Decisions Not Always Explained During Arbitration Process
The arbitration process is often less transparent than proceedings in a public courtroom. This facet of the process was aptly demonstrated in the recent case in which Wells Fargo Bank filed an arbitration claim with the Financial Industry Regulatory Authority (FINRA). The bank, acting as a claimant in the case, sought approximately $15,000 in damages from Laurence DeBord, who represented himself before the arbitration board.
At issue was an Investment Broker Agreement. Wells Fargo claimed that DeBord owed fees and damages pursuant to the agreement; DeBord disputed the claim. When the arbitration panel found in DeBord's favor, the members declined to offer an explanation or comment, merely releasing a decision that began, "Claimant's claim is denied in its entirety," and proceeded to also deny each claim individually.
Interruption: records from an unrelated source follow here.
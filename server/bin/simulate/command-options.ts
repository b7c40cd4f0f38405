import { Command, CommanderError, InvalidArgumentError, Option } from 'commander';

import { CHECK_IDS, type CheckId } from '../../../shared/model/check-id';
import { readOverride, type Override } from './override';
import { InputProblem } from './problem';

export interface CommandOptions {
  /** Path of the scenario, `-` for standard input; absent where only a schema is asked for. */
  file: string | undefined;
  csv: boolean;
  schema: 'scenario' | 'result' | undefined;
  overrides: readonly Override[];
  accepted: ReadonlySet<CheckId>;
}

const EXIT_CODES = `
Exit codes:
  0  within ratings
  1  a check fails or is not assessed, the run stopped early, or its audit is not clean
  2  the input was refused: standard error names the field, last line as JSON
  3  the program itself failed; no statement about the design

A result is "within rating", never "safe": mains voltage, stored charge and hot parts are
left to local codes and licensed practice.`;

const addChecks = (text: string, earlier: readonly CheckId[]): CheckId[] => {
  const named = text.split(',').map((id) => id.trim());
  const unknown = named.find((id) => !(CHECK_IDS as string[]).includes(id));
  if (unknown !== undefined) throw new InvalidArgumentError(`"${unknown}" is no check; the checks are ${CHECK_IDS.join(', ')}.`);
  return [...earlier, ...(named as CheckId[])];
};

const commandLine = () =>
  new Command('simulate')
    .description('Computes the power-up of a scenario file and holds it against the ratings. Prints JSON, SI throughout.')
    .argument('[scenario]', 'JSON file with SI numbers or text such as "470u"; - for standard input')
    .addOption(
      new Option('--at <key=value>', 'write a field anew, such as bulk.capacitance=470u or limiter.0.part.name=Spare (repeatable)')
        .argParser((text, earlier: readonly Override[]) => [...earlier, readOverride(text)])
        .default([], 'the file as it stands'),
    )
    .addOption(
      new Option('--accept-not-assessed <ids>', 'checks that need not be assessed, with commas between (repeatable)')
        .argParser(addChecks)
        .default([], 'none'),
    )
    .option('--csv', 'print the traces of the nominal run as CSV in place of the JSON')
    .addOption(new Option('--schema [of]', 'print a JSON Schema and end: of the scenario, or of the result').choices(['scenario', 'result']).preset('scenario'))
    .addHelpText('after', EXIT_CODES)
    .exitOverride()
    .configureOutput({ writeErr: () => {} });

/** Null where help was asked for and given. */
export const readOptions = (words: readonly string[]): CommandOptions | null => {
  const command = commandLine();
  try {
    command.parse(words, { from: 'user' });
  } catch (error) {
    if (!(error instanceof CommanderError)) throw error;
    if (error.exitCode === 0) return null;
    throw new InputProblem('The command was not understood; --help lists its options.', [{ path: 'command', message: error.message.replace(/^error: /, '') }]);
  }
  const { at, acceptNotAssessed, csv = false, schema } = command.opts<{
    at: readonly Override[];
    acceptNotAssessed: readonly CheckId[];
    csv?: boolean;
    schema?: CommandOptions['schema'];
  }>();
  const [file] = command.args;
  if (file === undefined && schema === undefined)
    throw new InputProblem('No scenario was given.', [{ path: 'command', message: 'name a scenario file, or - for standard input' }]);
  return { file, csv, schema, overrides: at, accepted: new Set(acceptNotAssessed) };
};
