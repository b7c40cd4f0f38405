import { draftOf, withNode } from '@/hooks/scenario/draft-tree';
import { FIELDS, fieldAt } from '@/hooks/scenario/field-table';
import { asTyped } from '@/hooks/scenario/notation';
import { readDraft, valueAt } from '@/hooks/scenario/read-draft';
import { DIMENSIONS, type Dimension } from '@/shared/quantity/dimension';
import { parseQuantity } from '@/shared/quantity/parse';

import { readScenario } from '../../support/sample-record';

const draft = draftOf(readScenario());

describe('a draft as typed', () => {
  it('is read with 4k7 and 470u where they fit', () => {
    const typed = withNode(withNode(draft, 'load.resistance', '4k7'), 'bulk.capacitance', { nominal: '470u', tolerance: '20 %' });
    const reading = readDraft(typed);
    expect(reading).toMatchObject({ ok: true, scenario: { load: { resistance: 4700 }, bulk: { capacitance: { nominal: 470e-6, min: 376e-6, max: 564e-6 } } } });
  });

  it('names the field that cannot be read, with an example', () => {
    const reading = readDraft(withNode(draft, 'load.resistance', '8mm'));
    expect(reading.ok).toBe(false);
    expect(reading.ok ? null : reading.issues.get('load.resistance')).toMatch(/write for example 4k7/);
  });

  it('refuses a peak where the field is in rms', () => {
    const reading = readDraft(withNode(draft, 'fuse', { ratedCurrent: '6.3 A peak' }));
    expect(reading.ok ? null : reading.issues.get('fuse.ratedCurrent')).toMatch(/A rms/);
  });

  it('gives the value of a single field while another is still wrong', () => {
    const typed = withNode(withNode(draft, 'load.resistance', '4k7'), 'bulk.esr.nominal', '?');
    expect(valueAt(typed, 'load.resistance', 'resistance')).toBe(4700);
    expect(valueAt(typed, 'bulk.esr.nominal', 'resistance')).toBeNull();
  });
});

describe('a value put into its field', () => {
  const values: Record<Dimension, readonly number[]> = {
    resistance: [0, 4700, 0.47, 8e-3, 1e9], capacitance: [470e-6, 1e-7, 10], inductance: [0, 1e-4, 10e-3], voltage: [3.3, 230, 1500], current: [0.5, 6.3, 200e3],
    power: [1e-3, 300, 100e3], energy: [0.045, 45], time: [1e-5, 0.3, 600], frequency: [50, 60, 400], temperature: [233.15, 273.15, 298.15, 493.15], temperatureInterval: [0.2, 3000],
    dissipation: [0.017, 1e-5], heatCapacity: [1.1, 1e-5], i2t: [89, 1e-6, 1e9], ratio: [0.1, 0.333, 2], angle: [0, 90, 79.5], count: [1, 10000],
  };

  it.each(Object.keys(DIMENSIONS) as Dimension[])('reads back as the same %s', (dimension) => {
    for (const value of values[dimension]) {
      const parsed = parseQuantity(asTyped(value, dimension), dimension);
      expect(parsed.ok && Math.abs(parsed.value - value)).toBeLessThanOrEqual(1e-11 * Math.max(1, Math.abs(value)));
    }
  });

  it('looks as an engineer would type it', () => {
    expect([asTyped(4700, 'resistance'), asTyped(0.3, 'time'), asTyped(313.15, 'temperature'), asTyped(0.2, 'ratio')]).toEqual(['4.7k', '300m', '40', '20 %']);
  });
});

describe('the table of fields', () => {
  it('knows that a DC supply is neither rms nor peak', () => {
    const dc = withNode(draft, 'source', { kind: 'dc', voltage: 24, impedance: {} });
    expect(fieldAt(draft, 'source.voltage')?.qualifier).toBe('rms');
    expect(fieldAt(dc, 'source.voltage')?.qualifier).toBeUndefined();
  });

  it('finds a field at any place of a list', () => {
    expect(fieldAt(draft, 'limiter.1.part.law.r25')).toBe(FIELDS['limiter.*.part.law.r25']);
  });
});
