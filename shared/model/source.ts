import { z } from 'zod';

import { quantity, quantityOr, toleranced, type Toleranced } from './quantity';

/** Impedance ahead of the equipment, entered either way; there is no default. */
export type Impedance =
  | { resistance: Toleranced; inductance: Toleranced }
  | { prospectiveCurrent: Toleranced; reactanceRatio: number };

/** One flat object, so that a wrong field is named; exactly one of the two pairs must be whole. */
export const impedanceSchema = z
  .strictObject({
    resistance: toleranced('resistance', { min: 0, max: 10e3, describe: 'Source resistance' }).optional(),
    inductance: toleranced('inductance', { min: 0, max: 10e-3, describe: 'Source inductance' }).optional(),
    prospectiveCurrent: toleranced('current', { min: 1, max: 200e3, qualifier: 'rms', describe: 'Prospective short-circuit current, A rms' }).optional(),
    reactanceRatio: quantity('count', { min: 0, max: 50, describe: 'X/R of the supply' }).optional(),
  })
  .transform((given, context): Impedance => {
    const { resistance, inductance, prospectiveCurrent, reactanceRatio } = given;
    const byElements = resistance !== undefined && inductance !== undefined;
    const byCurrent = prospectiveCurrent !== undefined && reactanceRatio !== undefined;
    const count = Object.values(given).filter((value) => value !== undefined).length;
    if (count === 2 && byElements) return { resistance, inductance };
    if (count === 2 && byCurrent) return { prospectiveCurrent, reactanceRatio };
    context.addIssue({ code: 'custom', message: 'give either resistance and inductance, or prospectiveCurrent and reactanceRatio' });
    return z.NEVER;
  });

const programmeSchema = z
  .array(
    z.strictObject({
      at: quantity('time', { min: 0, max: 86_400, describe: 'Time after the first switch-on' }),
      switch: z.enum(['off', 'on']),
    }),
  )
  .max(20)
  .default([])
  .superRefine((steps, context) => {
    steps.forEach((step, index) => {
      const previous = steps[index - 1];
      const expected = index % 2 === 0 ? 'off' : 'on';
      if (step.switch !== expected)
        context.addIssue({ code: 'custom', path: [index, 'switch'], message: `must be "${expected}": the supply is on at 0 s and each step changes it` });
      if (step.at <= (previous?.at ?? 0))
        context.addIssue({ code: 'custom', path: [index, 'at'], message: 'must be later than the step before it' });
    });
  });

const common = {
  impedance: impedanceSchema,
  programme: programmeSchema.describe('Supply off and on again after the first switch-on'),
};

export const acSourceSchema = z.strictObject({
  kind: z.literal('ac'),
  voltage: toleranced('voltage', { min: 1, max: 1000, qualifier: 'rms', describe: 'Line voltage, V rms, with the supply tolerance' }),
  frequencies: z
    .array(quantity('frequency', { min: 10, max: 1000, describe: 'Line frequency' }))
    .min(1)
    .max(2)
    .describe('One frequency, or both that the equipment is allowed on'),
  phase: quantityOr('worst', 'angle', { min: 0, max: 360, describe: 'Switch-on angle in degrees' }).default('worst'),
  ...common,
});

export const dcSourceSchema = z.strictObject({
  kind: z.literal('dc'),
  voltage: toleranced('voltage', { min: 0.5, max: 1500, describe: 'Supply voltage' }),
  ...common,
});

export const sourceSchema = z.discriminatedUnion('kind', [acSourceSchema, dcSourceSchema]);
export type Source = z.output<typeof sourceSchema>;
export type AcSource = z.output<typeof acSourceSchema>;
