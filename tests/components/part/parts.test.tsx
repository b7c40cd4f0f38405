import { fireEvent, screen } from '@testing-library/react-native';

import { PartListScreen } from '@/components/part/PartListScreen';
import { PartScreen } from '@/components/part/PartScreen';
import type { PartRecord } from '@/shared/contracts/part';
import { partSchema } from '@/shared/model/part';

import { samplePart } from '../../support/sample-scenario';
import { restoreFetch, useFakeApi, type FakeApi } from '../support/fake-api';
import { open, pass } from '../support/open';

const ID = '7a0d8a3e-0b0e-4a4e-9a54-0d1f5c2b7a01';
const part = partSchema.parse(samplePart({ ratings: { maximumTemperature: '170 °C', energy: { energy: '48', basis: 'absorbed' } } }));
const record: PartRecord = {
  id: ID,
  revision: 2,
  approvedBy: 'Palesa Drumm',
  resistance25: 10,
  part,
  curve: { temperature: [273.15, 298.15, 373.15], nominal: [25, 10, 1.3], low: [20, 8, 1], high: [30, 12, 1.6], valid: { min: 273.15, max: 443.15 } },
  provenance: [{ figure: 'law.r25', document: 'Sheet 3', page: 'p. 2', condition: 'zero power' }],
  usedIn: [{ id: '5a0d8a3e-0b0e-4a4e-9a54-0d1f5c2b7a01', name: 'Bench supply', status: 'fail' }],
};

let api: FakeApi;
beforeEach(() => {
  jest.useFakeTimers();
  api = useFakeApi();
});
afterEach(() => {
  jest.useRealTimers();
  restoreFetch();
});

const openPart = async () => {
  open({ index: () => <PartScreen id={ID} /> }, '/');
  await pass(100);
};

describe('A part', () => {
  it('gives every figure with its source, and says where none is filed', async () => {
    api.on(`GET /api/parts/${ID}`, () => ({ body: record }));
    await openPart();
    expect(screen.getByText(/^8 \/ 10 \/ 12/)).toBeOnTheScreen();
    expect(screen.getByText('Sheet 3, p. 2')).toBeOnTheScreen();
    expect(screen.getAllByText('no source filed').length).toBeGreaterThan(0);
  });

  it('lists the figures that are missing, with what that leaves undone', async () => {
    api.on(`GET /api/parts/${ID}`, () => ({ body: record }));
    await openPart();
    expect(screen.getByText('6 of 8 given')).toBeOnTheScreen();
    expect(screen.getAllByText('its check is not assessed')).toHaveLength(2);
  });

  it('cautions against its heat and defers to local codes', async () => {
    api.on(`GET /api/parts/${ID}`, () => ({ body: record }));
    await openPart();
    expect(screen.getByText(/may reach 170 °C/)).toHaveTextContent(/Local codes and licensed practice come first/);
  });

  it('shows where it is used', async () => {
    api.on(`GET /api/parts/${ID}`, () => ({ body: record }));
    await openPart();
    expect(screen.getByText('Bench supply')).toBeOnTheScreen();
  });

  it('says in plain words that there is no such part', async () => {
    await openPart();
    expect(screen.getByText(/Nothing is here, or it belongs to another team/)).toBeOnTheScreen();
  });
});

describe('The list of parts', () => {
  it('asks for a kind and a name, and says when none fits', async () => {
    api.on('GET /api/parts', ({ path }) => ({ body: { parts: path.includes('kind=resistor') ? [] : [record], next: null } }));
    open({ index: PartListScreen }, '/');
    await pass(100);
    expect(screen.getByText('Aldersyke Heron')).toBeOnTheScreen();
    fireEvent.press(screen.getByRole('radio', { name: 'Resistor' }));
    fireEvent.changeText(screen.getByLabelText('Search parts'), 'heron');
    await pass(100);
    expect(api.asked.at(-1)?.path).toBe('/api/parts?search=heron&kind=resistor');
    expect(screen.getByText(/No part fits/)).toBeOnTheScreen();
  });
});
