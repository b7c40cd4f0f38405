import { z } from 'zod';

export const LEVELS = ['low', 'nominal', 'high'] as const;
export type Level = (typeof LEVELS)[number];

/** What a corner can move. `elementResistance` and `elementB` move every limiter element alike. */
export const FACTORS = ['line', 'frequency', 'ambient', 'elementResistance', 'elementB', 'capacitance', 'esr', 'sourceImpedance'] as const;
export type Factor = (typeof FACTORS)[number];

/** A corner names only the factors that have a range; `value` is what the factor came to (SI), `change` its share off nominal. */
export const cornerSchema = z.object({
  factors: z.array(
    z.object({ factor: z.enum(FACTORS), level: z.enum(LEVELS), value: z.number(), change: z.number().nullable() }),
  ),
});
export type Corner = z.output<typeof cornerSchema>;
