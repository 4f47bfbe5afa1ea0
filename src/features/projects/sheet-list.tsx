import { useQuery } from '@tanstack/react-query';
import { Trash2 } from 'lucide-react';
import { Link } from 'react-router-dom';
import type { Sheet } from '../../../shared/contracts/sheet.js';
import { text } from '../../../shared/text.js';
import { Button } from '../../components/button.js';
import { ErrorBar } from '../../components/error-bar.js';
import { Loading } from '../../components/loading.js';
import { showToast } from '../../components/toast-store.js';
import { When } from '../../components/when.js';
import { useProjectStore } from '../../lib/project-store/store-context.js';
import { useDeleteRow, useRestoreRow } from '../../lib/project-store/store-mutations.js';
import { sheetsQuery } from '../../lib/project-store/store-queries.js';

export function SheetList() {
  const store = useProjectStore();
  const { data: sheets, error } = useQuery(sheetsQuery(store));
  if (error) return <ErrorBar error={error} />;
  if (!sheets) return <Loading />;
  if (sheets.length === 0) return <p className="text-soft">{text.project.noSheets}</p>;
  return (
    <ul>
      {sheets.map((sheet) => (
        <SheetRow key={sheet.id} sheet={sheet} />
      ))}
    </ul>
  );
}

function SheetRow({ sheet }: { sheet: Sheet }) {
  const store = useProjectStore();
  const remove = useDeleteRow('sheets');
  const restore = useRestoreRow('sheets');
  const onDeleted = () =>
    showToast({
      message: text.common.deleted(sheet.name),
      action: { label: text.common.undo, run: () => restore.mutate(sheet.id) },
    });
  return (
    <li className="flex flex-wrap items-center gap-x-3 border-b border-line py-1">
      <Link
        to={`/p/${store.projectId}/sheet/${sheet.id}`}
        className="min-w-0 flex-1 py-1 font-medium text-heather underline"
      >
        {sheet.name}
      </Link>
      <span className="text-note text-soft">
        <When iso={sheet.updatedAt} />
      </span>
      <Button
        look="quiet"
        isIconOnly
        icon={<Trash2 size={18} aria-hidden />}
        aria-label={text.common.deleteNamed(sheet.name)}
        reason={store.readOnlyReason}
        isBusy={remove.isPending}
        onClick={() => void remove.mutateAsync(sheet).then(onDeleted, () => {})}
      />
      {remove.isError && <ErrorBar error={remove.error} />}
    </li>
  );
}
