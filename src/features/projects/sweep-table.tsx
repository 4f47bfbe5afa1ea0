import { useQuery } from '@tanstack/react-query';
import { useWindowVirtualizer } from '@tanstack/react-virtual';
import { useRef } from 'react';
import { Link } from 'react-router-dom';
import type { SweepRow } from '../../../shared/contracts/sweep.js';
import { text } from '../../../shared/text.js';
import { MiniCurve } from '../../components/chart/mini-curve.js';
import { StatusWord } from '../../components/status-word.js';
import { useProjectStore } from '../../lib/project-store/store-context.js';
import { pointsQuery } from '../../lib/project-store/store-queries.js';
import { shownQuantity, shownRange } from '../../lib/quantity-words.js';

const { columns } = text.project;
const ROW_PX = 57;

interface SweepTableProps {
  projectId: string;
  sweeps: readonly SweepRow[];
  itemNames: ReadonlyMap<string, string>;
  chosen: ReadonlySet<string>;
  onChoose: (ids: readonly string[], isChosen: boolean) => void;
}

/** The Ledger as a table. Only the rows in view are built, so that thousands scroll. */
export function SweepTable({ projectId, sweeps, itemNames, chosen, onChoose }: SweepTableProps) {
  const frame = useRef<HTMLDivElement>(null);
  const virtual = useWindowVirtualizer({
    count: sweeps.length,
    estimateSize: () => ROW_PX,
    overscan: 20,
    scrollMargin: frame.current?.offsetTop ?? 0,
  });
  const rows = virtual.getVirtualItems();
  const above = Math.max(0, (rows[0]?.start ?? 0) - virtual.options.scrollMargin);
  const below = virtual.getTotalSize() - ((rows.at(-1)?.end ?? 0) - virtual.options.scrollMargin);
  const hasItems = itemNames.size > 0;
  const allChosen = sweeps.length > 0 && sweeps.every(({ id }) => chosen.has(id));
  return (
    <div ref={frame}>
      <table className="w-full border-collapse" aria-rowcount={sweeps.length + 1}>
        <thead>
          <tr className="border-b-2 border-ink text-start align-bottom">
            <th scope="col" className="w-10 text-start">
              <label className="inline-flex min-h-(--control) min-w-8 items-center">
                <span className="sr-only">{text.project.chooseAll}</span>
                <input
                  type="checkbox"
                  className="size-5 accent-heather"
                  checked={allChosen}
                  onChange={(event) =>
                    onChoose(
                      sweeps.map(({ id }) => id),
                      event.target.checked,
                    )
                  }
                />
              </label>
            </th>
            <th scope="col" className="py-2 pe-3 text-start">
              {columns.name}
            </th>
            <th scope="col" className="hidden py-2 pe-3 text-start md:table-cell">
              {columns.curve}
            </th>
            {hasItems && (
              <th scope="col" className="hidden py-2 pe-3 text-start md:table-cell">
                {columns.item}
              </th>
            )}
            <th scope="col" className="hidden py-2 pe-3 text-start sm:table-cell">
              {columns.range}
            </th>
            <th scope="col" className="hidden py-2 text-start xl:table-cell">
              {columns.findings}
            </th>
          </tr>
        </thead>
        <tbody>
          <Gap height={above} />
          {rows.map(({ index, key }) => {
            const sweep = sweeps[index];
            return (
              sweep && (
                <Row
                  key={key}
                  {...{ projectId, sweep, onChoose }}
                  rowIndex={index + 2}
                  isChosen={chosen.has(sweep.id)}
                  itemName={hasItems ? (itemNames.get(sweep.itemId ?? '') ?? '') : undefined}
                />
              )
            );
          })}
          <Gap height={below} />
        </tbody>
      </table>
    </div>
  );
}

function Gap({ height }: { height: number }) {
  return height > 0 ? (
    <tr aria-hidden>
      <td style={{ height }} />
    </tr>
  ) : null;
}

/** What was told of how it was held: "Driver with added mass, 12.5 g". */
export function conditionWords({ conditions }: SweepRow): string {
  const { role, addedMassKg, testVolumeM3 } = conditions;
  if (role === 'sweep') return '';
  const told = [
    addedMassKg === undefined ? '' : shownQuantity(addedMassKg, 'kg'),
    testVolumeM3 === undefined ? '' : shownQuantity(testVolumeM3, 'm³'),
  ].filter(Boolean);
  return [text.project.roles[role], ...told].join(', ');
}

interface RowProps extends Pick<SweepTableProps, 'projectId' | 'onChoose'> {
  sweep: SweepRow;
  rowIndex: number;
  isChosen: boolean;
  itemName: string | undefined;
}
function Row({ projectId, sweep, onChoose, rowIndex, isChosen, itemName }: RowProps) {
  const { id, name, revision } = sweep;
  const { minFrequencyHz, maxFrequencyHz, points, hasPhase, findings } = revision;
  return (
    <tr aria-rowindex={rowIndex} className={isChosen ? 'border-b border-line bg-heather-wash' : 'border-b border-line'}>
      <td>
        <label className="inline-flex min-h-(--control) min-w-8 items-center">
          <span className="sr-only">{text.project.chooseRow(name)}</span>
          <input
            type="checkbox"
            className="size-5 accent-heather"
            checked={isChosen}
            onChange={(event) => onChoose([id], event.target.checked)}
          />
        </label>
      </td>
      <th scope="row" className="py-2 pe-3 text-start font-normal">
        <Link
          to={`/p/${projectId}/sweep/${id}`}
          className="py-0.5 font-medium [overflow-wrap:anywhere] text-heather underline"
        >
          {name}
        </Link>
        <span className="block text-note text-soft">{conditionWords(sweep)}</span>
        <span className="block text-note text-soft sm:hidden">{shownRange(minFrequencyHz, maxFrequencyHz)}</span>
      </th>
      <td className="hidden py-1 pe-3 md:table-cell">
        <RowCurve sweep={sweep} />
      </td>
      {itemName !== undefined && <td className="hidden py-2 pe-3 md:table-cell">{itemName}</td>}
      <td className="hidden py-2 pe-3 whitespace-nowrap sm:table-cell">
        <span className="font-num">{shownRange(minFrequencyHz, maxFrequencyHz)}</span>
        <span className="block text-note text-soft">
          {text.project.points(points)}
          {hasPhase ? '' : `, ${text.project.noPhase}`}
        </span>
      </td>
      <td className="hidden py-2 whitespace-nowrap xl:table-cell">
        <Checks findings={findings} />
      </td>
    </tr>
  );
}

/** The shape of the curve at a glance; fetched only for rows in view. */
function RowCurve({ sweep }: { sweep: SweepRow }) {
  const store = useProjectStore();
  const { data: points } = useQuery(pointsQuery(store, sweep.revision));
  return (
    <div className="h-9 w-24 rounded-tag bg-sheet p-0.5">
      {points && <MiniCurve points={points} label={text.project.curveOf(sweep.name)} className="h-full w-full" />}
    </div>
  );
}

function Checks({ findings }: Pick<SweepRow['revision'], 'findings'>) {
  const worst = findings.find(({ severity }) => severity === 'fault') ?? findings.find((f) => f.severity === 'caution');
  if (findings.length === 0) return <span className="text-note text-soft">{text.project.checksOk}</span>;
  return (
    <StatusWord tone={worst ? (worst.severity === 'fault' ? 'out' : 'old') : 'info'} {...(worst ? { sign: '▲' } : {})}>
      {text.project.remarks(findings.length)}
    </StatusWord>
  );
}
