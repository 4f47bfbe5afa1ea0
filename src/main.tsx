import { QueryClientProvider } from '@tanstack/react-query';
import { StrictMode } from 'react';
import { createRoot } from 'react-dom/client';
import { RouterProvider } from 'react-router-dom';
import { keepPagesOffline } from './lib/offline.js';
import { startPreferences } from './lib/preferences.js';
import { queryClient } from './lib/query-client.js';
import { router } from './router.js';
import './styles.css';

startPreferences();
keepPagesOffline();
const root = document.getElementById('root');
if (!root) throw new Error('index.html has no #root');
createRoot(root).render(
  <StrictMode>
    <QueryClientProvider client={queryClient}>
      <RouterProvider router={router} />
    </QueryClientProvider>
  </StrictMode>,
);
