/**
 * Keeps the built pages for times without a connection, so that `/try` opens, reads and calculates offline. Pages come
 * from the network while there is one; files of a build carry their hash in the name and come from here. The API is
 * never touched: what the server says is not kept, and nothing pretends to be sent.
 */
declare const __OFFLINE_FILES__: { readonly build: string; readonly files: readonly string[] }; // the build puts it in

interface WaitingEvent extends Event {
  waitUntil(work: Promise<unknown>): void;
}
interface AskedEvent extends Event {
  readonly request: Request;
  respondWith(answer: Promise<Response>): void;
}
interface ServiceWorkerSelf {
  skipWaiting(): Promise<void>;
  readonly clients: { claim(): Promise<void> };
  readonly location: Location;
  addEventListener(type: 'install' | 'activate', listener: (event: WaitingEvent) => void): void;
  addEventListener(type: 'fetch', listener: (event: AskedEvent) => void): void;
}
const worker = self as unknown as ServiceWorkerSelf;
const { build, files } = __OFFLINE_FILES__;
const CACHE = `hummock-${build}`;
const PAGE = '/';

async function install(): Promise<void> {
  const cache = await caches.open(CACHE);
  await cache.addAll([PAGE, ...files]);
  await worker.skipWaiting();
}

async function activate(): Promise<void> {
  for (const name of await caches.keys()) {
    if (name.startsWith('hummock-') && name !== CACHE) await caches.delete(name);
  }
  await worker.clients.claim();
}

/** The page as it is now, or as it was kept: every address of the app is the same page. */
async function pageAnswer(request: Request): Promise<Response> {
  try {
    return await fetch(request);
  } catch (error) {
    const kept = await caches.match(PAGE);
    if (kept) return kept;
    throw error;
  }
}

async function fileAnswer(request: Request): Promise<Response> {
  return (await caches.match(request)) ?? fetch(request);
}

worker.addEventListener('install', (event) => event.waitUntil(install()));
worker.addEventListener('activate', (event) => event.waitUntil(activate()));
worker.addEventListener('fetch', (event) => {
  const { request } = event;
  const { origin, pathname } = new URL(request.url);
  if (request.method !== 'GET' || origin !== worker.location.origin || pathname.startsWith('/api/')) return;
  if (request.mode === 'navigate') event.respondWith(pageAnswer(request));
  else if (files.includes(pathname)) event.respondWith(fileAnswer(request));
});
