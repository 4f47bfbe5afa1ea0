import { useMutation, useQueryClient } from '@tanstack/react-query';
import {
  type CreateProject,
  type Project,
  ProjectSchema,
  type UpdateProject,
} from '../../../shared/contracts/project.js';
import { api } from '../../lib/api.js';
import { mergeEdit } from '../../lib/project-store/merge-edit.js';

export function useCreateProject(teamId: string) {
  const client = useQueryClient();
  return useMutation({
    mutationFn: (input: CreateProject) => api.post(`/teams/${teamId}/projects`, input, ProjectSchema),
    onSuccess: () => client.invalidateQueries({ queryKey: ['projects'] }),
  });
}

export function useUpdateProject() {
  const client = useQueryClient();
  return useMutation({
    mutationFn: ({ seen, change }: { seen: Project; change: UpdateProject }) =>
      mergeEdit(
        seen,
        change,
        (version, edited) => api.patch(`/projects/${seen.id}`, edited, ProjectSchema, { version }),
        () => api.get(`/projects/${seen.id}`, ProjectSchema),
      ),
    onSettled: () => client.invalidateQueries({ queryKey: ['projects'] }),
  });
}

export function useDeleteProject() {
  const client = useQueryClient();
  return useMutation({
    mutationFn: (seen: Project) => api.delete(`/projects/${seen.id}`, { version: seen.version }),
    onSuccess: () => client.invalidateQueries({ queryKey: ['projects'] }),
  });
}
export function useRestoreProject() {
  const client = useQueryClient();
  return useMutation({
    mutationFn: (id: string) => api.post(`/projects/${id}/restore`, {}, ProjectSchema),
    onSuccess: () => client.invalidateQueries({ queryKey: ['projects'] }),
  });
}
Arbitration Process Protects Privacy
Arbitration panels often issue decisions without releasing their rationale. While this can sometimes be frustrating for people who would like to better understand the panel's thoughts on an issue, the practice also serves to protect the privacy interests of the parties in dispute. In the Wells Fargo case, industry watchers have expressed curiosity not only about the fact that the huge financial institution lost the case, but also interest in why they filed the arbitration claim in the first place, considering that their claim for damages was so low. Other financial issues that frequently avoid court include bankruptcy arbitration.